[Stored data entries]
---

class Session:
    """Decimates each source and runs the per-tap, cross-tap and MIMO checks on the copies."""

    def __init__(self, *, profile, models, update_rate_hz, n_samples, n_rx, n_tx, periodic, false_alarm,
                 cautions, progress, mimo, components, workers=None):
        self.profile = profile
        self.models = models
        self.update_rate_hz = update_rate_hz
        self.n_samples = n_samples
        self.n_rx, self.n_tx = n_rx, n_tx
        self.n_links = n_rx * n_tx
        self.periodic = periodic
        self.false_alarm = false_alarm
        self.cautions = cautions
        self.progress = progress
        self.mimo = mimo
        self.components = components
        self.workers = workers
        self.timings_s = {}
        self.band_hz = largest_frequency_hz(profile, models)
        self.decimator = decimate.Decimator(update_rate_hz, self.band_hz, n_samples, periodic)
        self.record_rate_hz = self.decimator.record_rate_hz
        self.direct = None  # the decimated direct part, made once when a MIMO check needs it

    def run(self, sources):
        """Checks of every source; records (tap -> link 0 record) and MIMO link records of the first."""
        checks, records, link_records = [], {}, None
        for position, (label, source) in enumerate(sources):
            began = time.perf_counter()
            decimated = self.decimator.run(source, self.n_links, len(self.models), self.progress)  # (taps, links, m)
            self.timings_s["decimation"] = self.timings_s.get("decimation", 0.0) + time.perf_counter() - began
            began = time.perf_counter()
            for tap, model in self.models.items():
                if model is not None and model.spectrum is None:
                    # a static tap is one tone: undo the decimator's passband ripple at its frequency exactly
                    decimated[tap] /= self.decimator.response(model.los_doppler_hz)
            prefix = "" if position == 0 else f"delivered {label}: "
            # the cross-tap correlations of the first source are computed beside the taps' checks
            cross = functools.partial(self._cross_tap_checks, decimated) if position == 0 else None
            tap_checks, cross = self._tap_checks(decimated, prefix, alongside=cross)
            checks += tap_checks
            checks += self._beyond_band_checks(decimated, prefix)
            if position == 0:
                records = {i: decimated[i, 0] for i in range(decimated.shape[0])}
                if self.n_links > 1:
                    link_records = {i: decimated[i].T for i in range(decimated.shape[0])}
                checks += cross
                if self.n_links > 1:
                    checks += self._mimo_checks(decimated)
            self.timings_s["checks"] = self.timings_s.get("checks", 0.0) + time.perf_counter() - began
        return checks, records, link_records

    def _tap_checks(self, decimated, prefix, alongside=None):
        """The per-tap checks of every link, and the result of ``alongside()`` (run beside them)."""
        tol = tolerance
        found, jobs = [], []
        for tap, model in self.models.items():
            if model is None:
                found += [tol.CheckResult(prefix + name, tap, None, None, None, None, None,
                                          "not applicable: the direct part follows a Doppler trajectory "
                                          "(no stationary model)", self.false_alarm)
                          for name in tol.CHECK_NAMES if name != "cross_correlation"]
                continue
            jobs += [(tap, link, model) for link in range(self.n_links)]
        prepare = {}  # the null sums the jobs share, once each (keyed by function and arguments)
        for _, _, model in jobs:
            for task in tol.null_sum_tasks(model, self.record_rate_hz, decimated.shape[-1], self.periodic):
                prepare.setdefault((task.func, task.args), task)
        outcomes, extra = map_jobs(tap_job, (decimated, self.record_rate_hz, self.periodic, self.false_alarm), jobs,
                                   self._workers(decimated), prepare=list(prepare.values()), alongside=alongside)
        for (_, link, _), results in zip(jobs, outcomes):
            found += [renamed(r, prefix, self.link_label(link)) for r in results]
        return found, extra

    def _workers(self, decimated):
        return 1 if self.workers is None else max(1, int(self.workers))

    def delivered_fir(self, source, matrix, *, label="fir", columns=None):
        """Per-tap checks on the materialised FIR (``fir.npy``), column by column.

        A column that one tap alone reaches carries that tap's gain times its
        weight w: the tap's model with power w^2 P. A column that sums several
        taps has no single-tap model; it is marked not applicable (its taps are
        checked one by one on the gains). ``columns`` names the FIR column of
        each of ``matrix``'s columns (default: the same index); ``label`` goes
        into the check names ("delivered LABEL[COLUMN]: ...").
        """
        tol = tolerance
        n_fir = matrix.shape[1]
        columns = list(range(n_fir)) if columns is None else list(columns)
        decimated = self.decimator.run(source, self.n_links, n_fir, None)  # (columns, links, m)
        found = []
        for column in range(n_fir):
            contributors = np.flatnonzero(matrix[:, column])
            if contributors.size == 0:
                continue
            prefix = f"delivered {label}[{columns[column]}]: "
            merged = merged_model([self.models[int(i)] for i in contributors], matrix[contributors, column])
            if merged is not None:
                # independent Rayleigh taps of one Doppler spectrum add to a Rayleigh tap of the summed power
                records = decimated[column]
                for link in range(self.n_links):
                    results = tol.check_tap(records[link], self.record_rate_hz, merged, periodic=self.periodic,
                                            tap=tuple(int(i) for i in contributors), level=self.false_alarm)
                    found += [renamed(r, prefix, self.link_label(link)) for r in results]
                continue
            if contributors.size > 1:
                found.append(tol.CheckResult(
                    prefix + "column", tuple(int(i) for i in contributors), None, None, None, None, None,
                    f"not applicable: the coefficient sums {contributors.size} taps (no single-tap model; "
                    "the taps are checked one by one)", self.false_alarm))
                continue
            tap = int(contributors[0])
            model = self.models[tap]
            if model is None:
                continue
            weight = float(matrix[tap, column])
            scaled = dataclasses.replace(model, mean_power=model.mean_power * weight * weight)
            records = decimated[column]
            if model.spectrum is None:
                records /= self.decimator.response(model.los_doppler_hz)  # in place: the copy is ours
            for link in range(self.n_links):
                results = tol.check_tap(records[link], self.record_rate_hz, scaled, periodic=self.periodic,
                                        tap=tap, level=self.false_alarm)
                found += [renamed(r, prefix, self.link_label(link)) for r in results]
        return found

    def _beyond_band_checks(self, decimated, prefix):
        """Power the band-limited copy lacks, from the full-rate power of the same samples.

        (P_full - P_record) / P_full against 0, within OUT_OF_BAND_LIMIT_DB
        (-40 dB, the tolerance module's requirement on the power beyond f_D)
        plus the decimator's largest passband power deviation plus 1 / N_record
        for a non-periodic record (the midpoint-rule end effect of comparing a
        sampled mean with the full-rate mean, ~0.1 / N for 8 samples per period
        of |g|^2; taken 10x larger). It sees images and noise anywhere up to the
        update rate's Nyquist frequency, which the record's own PSD checks cannot.
        A bound, not a hypothesis test (p_value None, not in Holm).
        """
        decimator = self.decimator
        if decimator.h is None:
            return []
        tol = tolerance
        allowance = 10 ** (tol.OUT_OF_BAND_LIMIT_DB / 10) + decimator.passband_power_deviation
        allowance += 0.0 if self.periodic else 1.0 / max(1, decimator.n_out)
        found = []
        for tap, model in self.models.items():
            if model is None or model.spectrum is None:
                continue
            for link in range(self.n_links):
                full = float(decimator.full_power[link, tap])
                if not full > 0:
                    continue
                kept = estimators.mean_power(decimated[tap, link])
                value = (full - kept) / full
                label = "" if self.n_links == 1 else f" [{self.link_label(link)}]"
                name = prefix + "power_beyond_record_band" + label
                passed = abs(value) <= allowance
                found.append(tol.CheckResult(
                    name, tap, value, 0.0, allowance, None, passed,
                    None if passed else f"{db_text(value)} of the tap's power lies beyond the record band",
                    None, allowance, "fraction of power",
                    {"record_band_hz": decimator.record_rate_hz - decimator.band_hz,
                     "full_rate_power": full, "record_power": kept,
                     "source": "full-rate mean |g|^2 against the decimated copy's (same samples)"}))
        return found

    def _cross_tap_checks(self, decimated):
        fading = [i for i, m in self.models.items() if m is not None and is_fading(m)]
        if len(fading) < 2:
            return []
        tol = tolerance
        rho = tol.correlation_matrix([decimated[i, 0] for i in fading], self.record_rate_hz,
                                     [self.models[i] for i in fading])
        return [tol.check_cross_correlation(decimated[a, 0], decimated[b, 0], self.record_rate_hz, self.models[a],
                                            self.models[b], taps=(a, b), expected=0.0, level=self.false_alarm,
                                            estimate=rho[i, j], periodic=self.periodic)
                for i, a in enumerate(fading) for j, b in enumerate(fading) if j > i]

    def _mimo_checks(self, decimated):
        return checks_mimo.mimo_checks(self, decimated)

    def diffuse_links(self, links, tap):
        """The links' records minus the decimated direct part (:func:`emucompile.verify.checks_mimo.diffuse_links`)."""
        return checks_mimo.diffuse_links(self, links, tap)

    def link_label(self, link):
        if self.n_links == 1:
            return None
        tx, rx = divmod(link, self.n_rx)
        return f"rx{rx}-tx{tx}"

---

### [What the task requires]
Please report how many lines of the entries above contain the string "return". Reply with only the number.

### [Solution]
12